==== Extracted data ====

"""The chain of preparation: each step alone, steps together, what it counts and what it says."""

from __future__ import annotations

import dataclasses
import math
from dataclasses import replace

import numpy as np
import pytest
from scipy import integrate

from engine import InputError, Lattice, Treatment, evaluate, sampling
from engine.amplitudes.corrections import Lorentz, Polarisation
from engine.amplitudes.shells import shell_means
from engine.preparation import Recipe, prepare_reflections
from engine.symmetry import plane_group, stack_group
from tests.engine.preparation.crystal import (
    CONTENT,
    D_MIN,
    OR,
    P1,
    ROUNDING,
    agrees_with_the_structure,
    by_index,
    crystal,
    exact,
    measured,
    noisy,
    plain_kinds,
    recipe,
    with_row,
)

NO_CORRECTION = "No correction was asked for: intensities are taken to be proportional to |F|²."
NO_SCALE = "The scale is arbitrary: nothing was said that would make it absolute."


# Nothing asked


def test_amplitudes_in_p1_pass_through():
    """Nothing is asked, so nothing is done and nothing is said of steps that were not taken."""
    given = measured(OR, OR.sphere(D_MIN, half=True), quantity="amplitude")
    given = given.select(given.observed > 0)
    prepared = prepare_reflections(given, Recipe(group=P1))
    agrees_with_the_structure(prepared.coefficients(), OR)
    assert prepared.converted is None
    assert prepared.plot is None
    assert prepared.zero_term is None
    assert prepared.notes == (NO_SCALE,)
    n = given.count
    assert prepared.applied == (
        f"{n} measurements merged to {n} unique in {P1.name}, Friedel mates joined",
        f"expanded by {P1.name} from {n} unique to {n} reflections",
    )


def test_an_absolute_scale_that_was_given_stays():
    given = replace(measured(OR, OR.sphere(2.0), quantity="amplitude"), scale="absolute")
    prepared = prepare_reflections(given, recipe())
    assert prepared.unique.scale == "absolute"
    assert NO_SCALE not in prepared.notes
    assert prepared.zero_term is None
    assert prepare_reflections(exact(), recipe(amplitudes="root")).unique.scale == "arbitrary"


# Merging and expansion


@pytest.mark.parametrize(
    ("symbol", "cell"),
    [
        ("P 21 21 21", {}),
        ("C 1 2/c 1", {"lengths": (9.1, 6.3, 8.2), "angles": (90.0, 101.0, 90.0)}),
        ("P 31", {"lengths": (7.1, 7.1, 8.3), "angles": (90.0, 90.0, 120.0)}),
    ],
)
def test_equivalents_are_merged_and_expanded_with_their_phases(symbol, cell):
    """A third of the sphere at random, exact: the whole density comes out, equivalents that were not measured too."""
    one = crystal(symbol, **cell)
    indices = one.sphere(1.2)
    # Of every pair at least one, so that every orbit is met whatever its size.
    half = one.sphere(1.2, half=True)
    rng = np.random.default_rng(8)
    chosen = half * rng.choice([1, -1], len(half))[:, None]
    chosen = np.concatenate([chosen, indices[rng.random(len(indices)) < 0.2]])
    prepared = prepare_reflections(measured(one, chosen), Recipe(group=one.group, amplitudes="root"))
    made = prepared.coefficients()
    agrees_with_the_structure(made, one)
    assert prepared.expansion.reflections.count == made.count
    assert made.history == prepared.applied
    assert made.tally.repeats_joined == made.tally.mates_joined == 0


def test_without_friedels_law_mates_stand_for_themselves():
    """A complex density: F(−h) is not conj F(h); here by an imaginary part added to every form factor."""
    indices = OR.sphere(1.4)
    images = np.concatenate([OR.group.rotations @ site + OR.group.translations for site in OR.sites])
    factors = OR.factors(indices) + 4j * np.exp(2j * np.pi * (indices @ images.T)).sum(axis=1)
    allowed = np.abs(factors) > 1e-9
    given = replace(
        measured(OR, indices), observed=np.abs(factors) ** 2, phase=np.where(allowed, np.angle(factors), np.nan)
    )
    prepared = prepare_reflections(given, recipe(friedel=False, amplitudes="root"))
    made = prepared.coefficients()
    assert not made.real
    assert made.count == np.count_nonzero(allowed)
    expected = dict(
        zip(map(tuple, (-indices[allowed]).tolist()), (factors[allowed] / OR.lattice.volume).tolist(), strict=True)
    )
    found = by_index(made)
    assert found.keys() == expected.keys()
    np.testing.assert_allclose([found[m] for m in expected], list(expected.values()), rtol=0, atol=ROUNDING)
    assert "Friedel mates kept apart" in prepared.applied[0]
    # Joined, the same intensities are a different set: mates differ by far more than rounding.
    joined = prepare_reflections(replace(given, phase=None), recipe(amplitudes="root"))
    assert joined.unique.count < prepared.unique.count
    assert joined.merged.overall.r_merge > 0.01
    assert prepared.merged.overall.r_merge < 1e-12


def test_absences_are_left_out_and_counted():
    """P2₁2₁2₁ forbids h00, 0k0 and 00l of odd index (International Tables A, No. 19)."""
    given = noisy()
    odd = (np.count_nonzero(given.indices, axis=1) == 1) & (given.indices.sum(axis=1) % 2 != 0)
    prepared = prepare_reflections(given, recipe())
    assert odd.sum() > 20
    assert prepared.merged.absences.row.tolist() == np.flatnonzero(odd).tolist()
    assert f"{odd.sum()} rows are systematically absent in P 21 21 21 and left out." in prepared.notes
    assert not prepared.kinds.absent.any()


# Corrections


def test_corrections_are_undone_in_words_and_numbers():
    """1/sin 2θ and (1 + cos²2θ)/2 of Bragg's angle, written out."""
    wavelength = 0.71
    true = exact()
    theta = np.arcsin(wavelength / 2 * np.linalg.norm(true.indices @ OR.lattice.reciprocal, axis=1) / (2 * np.pi))
    recorded = true.scaled((1 + np.cos(2 * theta) ** 2) / 2 / np.sin(2 * theta))
    asked = recipe(amplitudes="root", wavelength=wavelength, corrections=(Lorentz("rotation"), Polarisation()))
    prepared = prepare_reflections(recorded, asked)
    agrees_with_the_structure(prepared.coefficients(), OR)
    assert prepared.applied[0].startswith("corrected for the Lorentz factor of a crystal in rotation")
    assert prepared.applied[1].startswith("corrected for the polarisation factor")
    assert NO_CORRECTION not in prepared.notes
    assert prepared.given.observed is recorded.observed
    uncorrected = prepare_reflections(recorded, recipe(amplitudes="root", wavelength=wavelength))
    assert NO_CORRECTION in uncorrected.notes
    assert uncorrected.unique.observed.max() > 2 * prepared.unique.observed.max()


# Intensities to amplitudes


def test_root():
    given = measured(OR, OR.sphere(D_MIN, half=True), relative=0.02)
    given = given.select(given.observed > 1e-6)
    given = replace(given, row=np.arange(given.count))
    prepared = prepare_reflections(given, Recipe(group=P1, amplitudes="root"))
    row = prepared.unique.row
    np.testing.assert_allclose(prepared.unique.observed, np.sqrt(given.observed[row]), rtol=1e-14)
    np.testing.assert_allclose(prepared.unique.sigma, given.sigma[row] / (2 * np.sqrt(given.observed[row])), rtol=1e-14)
    assert "amplitudes are the square roots of the intensities" in prepared.applied
    assert prepared.converted.negative == 0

====

Restate the whole of the data exactly.

> _Output_
"""The chain of preparation: each step alone, steps together, what it counts and what it says."""

from __future__ import annotations

import dataclasses
import math
from dataclasses import replace

import numpy as np
import pytest
from scipy import integrate

from engine import InputError, Lattice, Treatment, evaluate, sampling
from engine.amplitudes.corrections import Lorentz, Polarisation
from engine.amplitudes.shells import shell_means
from engine.preparation import Recipe, prepare_reflections
from engine.symmetry import plane_group, stack_group
from tests.engine.preparation.crystal import (
    CONTENT,
    D_MIN,
    OR,
    P1,
    ROUNDING,
    agrees_with_the_structure,
    by_index,
    crystal,
    exact,
    measured,
    noisy,
    plain_kinds,
    recipe,
    with_row,
)

NO_CORRECTION = "No correction was asked for: intensities are taken to be proportional to |F|²."
NO_SCALE = "The scale is arbitrary: nothing was said that would make it absolute."


# Nothing asked


def test_amplitudes_in_p1_pass_through():
    """Nothing is asked, so nothing is done and nothing is said of steps that were not taken."""
    given = measured(OR, OR.sphere(D_MIN, half=True), quantity="amplitude")
    given = given.select(given.observed > 0)
    prepared = prepare_reflections(given, Recipe(group=P1))
    agrees_with_the_structure(prepared.coefficients(), OR)
    assert prepared.converted is None
    assert prepared.plot is None
    assert prepared.zero_term is None
    assert prepared.notes == (NO_SCALE,)
    n = given.count
    assert prepared.applied == (
        f"{n} measurements merged to {n} unique in {P1.name}, Friedel mates joined",
        f"expanded by {P1.name} from {n} unique to {n} reflections",
    )


def test_an_absolute_scale_that_was_given_stays():
    given = replace(measured(OR, OR.sphere(2.0), quantity="amplitude"), scale="absolute")
    prepared = prepare_reflections(given, recipe())
    assert prepared.unique.scale == "absolute"
    assert NO_SCALE not in prepared.notes
    assert prepared.zero_term is None
    assert prepare_reflections(exact(), recipe(amplitudes="root")).unique.scale == "arbitrary"


# Merging and expansion


@pytest.mark.parametrize(
    ("symbol", "cell"),
    [
        ("P 21 21 21", {}),
        ("C 1 2/c 1", {"lengths": (9.1, 6.3, 8.2), "angles": (90.0, 101.0, 90.0)}),
        ("P 31", {"lengths": (7.1, 7.1, 8.3), "angles": (90.0, 90.0, 120.0)}),
    ],
)
def test_equivalents_are_merged_and_expanded_with_their_phases(symbol, cell):
    """A third of the sphere at random, exact: the whole density comes out, equivalents that were not measured too."""
    one = crystal(symbol, **cell)
    indices = one.sphere(1.2)
    # Of every pair at least one, so that every orbit is met whatever its size.
    half = one.sphere(1.2, half=True)
    rng = np.random.default_rng(8)
    chosen = half * rng.choice([1, -1], len(half))[:, None]
    chosen = np.concatenate([chosen, indices[rng.random(len(indices)) < 0.2]])
    prepared = prepare_reflections(measured(one, chosen), Recipe(group=one.group, amplitudes="root"))
    made = prepared.coefficients()
    agrees_with_the_structure(made, one)
    assert prepared.expansion.reflections.count == made.count
    assert made.history == prepared.applied
    assert made.tally.repeats_joined == made.tally.mates_joined == 0


def test_without_friedels_law_mates_stand_for_themselves():
    """A complex density: F(−h) is not conj F(h); here by an imaginary part added to every form factor."""
    indices = OR.sphere(1.4)
    images = np.concatenate([OR.group.rotations @ site + OR.group.translations for site in OR.sites])
    factors = OR.factors(indices) + 4j * np.exp(2j * np.pi * (indices @ images.T)).sum(axis=1)
    allowed = np.abs(factors) > 1e-9
    given = replace(
        measured(OR, indices), observed=np.abs(factors) ** 2, phase=np.where(allowed, np.angle(factors), np.nan)
    )
    prepared = prepare_reflections(given, recipe(friedel=False, amplitudes="root"))
    made = prepared.coefficients()
    assert not made.real
    assert made.count == np.count_nonzero(allowed)
    expected = dict(
        zip(map(tuple, (-indices[allowed]).tolist()), (factors[allowed] / OR.lattice.volume).tolist(), strict=True)
    )
    found = by_index(made)
    assert found.keys() == expected.keys()
    np.testing.assert_allclose([found[m] for m in expected], list(expected.values()), rtol=0, atol=ROUNDING)
    assert "Friedel mates kept apart" in prepared.applied[0]
    # Joined, the same intensities are a different set: mates differ by far more than rounding.
    joined = prepare_reflections(replace(given, phase=None), recipe(amplitudes="root"))
    assert joined.unique.count < prepared.unique.count
    assert joined.merged.overall.r_merge > 0.01
    assert prepared.merged.overall.r_merge < 1e-12


def test_absences_are_left_out_and_counted():
    """P2₁2₁2₁ forbids h00, 0k0 and 00l of odd index (International Tables A, No. 19)."""
    given = noisy()
    odd = (np.count_nonzero(given.indices, axis=1) == 1) & (given.indices.sum(axis=1) % 2 != 0)
    prepared = prepare_reflections(given, recipe())
    assert odd.sum() > 20
    assert prepared.merged.absences.row.tolist() == np.flatnonzero(odd).tolist()
    assert f"{odd.sum()} rows are systematically absent in P 21 21 21 and left out." in prepared.notes
    assert not prepared.kinds.absent.any()


# Corrections


def test_corrections_are_undone_in_words_and_numbers():
    """1/sin 2θ and (1 + cos²2θ)/2 of Bragg's angle, written out."""
    wavelength = 0.71
    true = exact()
    theta = np.arcsin(wavelength / 2 * np.linalg.norm(true.indices @ OR.lattice.reciprocal, axis=1) / (2 * np.pi))
    recorded = true.scaled((1 + np.cos(2 * theta) ** 2) / 2 / np.sin(2 * theta))
    asked = recipe(amplitudes="root", wavelength=wavelength, corrections=(Lorentz("rotation"), Polarisation()))
    prepared = prepare_reflections(recorded, asked)
    agrees_with_the_structure(prepared.coefficients(), OR)
    assert prepared.applied[0].startswith("corrected for the Lorentz factor of a crystal in rotation")
    assert prepared.applied[1].startswith("corrected for the polarisation factor")
    assert NO_CORRECTION not in prepared.notes
    assert prepared.given.observed is recorded.observed
    uncorrected = prepare_reflections(recorded, recipe(amplitudes="root", wavelength=wavelength))
    assert NO_CORRECTION in uncorrected.notes
    assert uncorrected.unique.observed.max() > 2 * prepared.unique.observed.max()


# Intensities to amplitudes


def test_root():
    given = measured(OR, OR.sphere(D_MIN, half=True), relative=0.02)
    given = given.select(given.observed > 1e-6)
    given = replace(given, row=np.arange(given.count))
    prepared = prepare_reflections(given, Recipe(group=P1, amplitudes="root"))
    row = prepared.unique.row
    np.testing.assert_allclose(prepared.unique.observed, np.sqrt(given.observed[row]), rtol=1e-14)
    np.testing.assert_allclose(prepared.unique.sigma, given.sigma[row] / (2 * np.sqrt(given.observed[row])), rtol=1e-14)
    assert "amplitudes are the square roots of the intensities" in prepared.applied
    assert prepared.converted.negative == 0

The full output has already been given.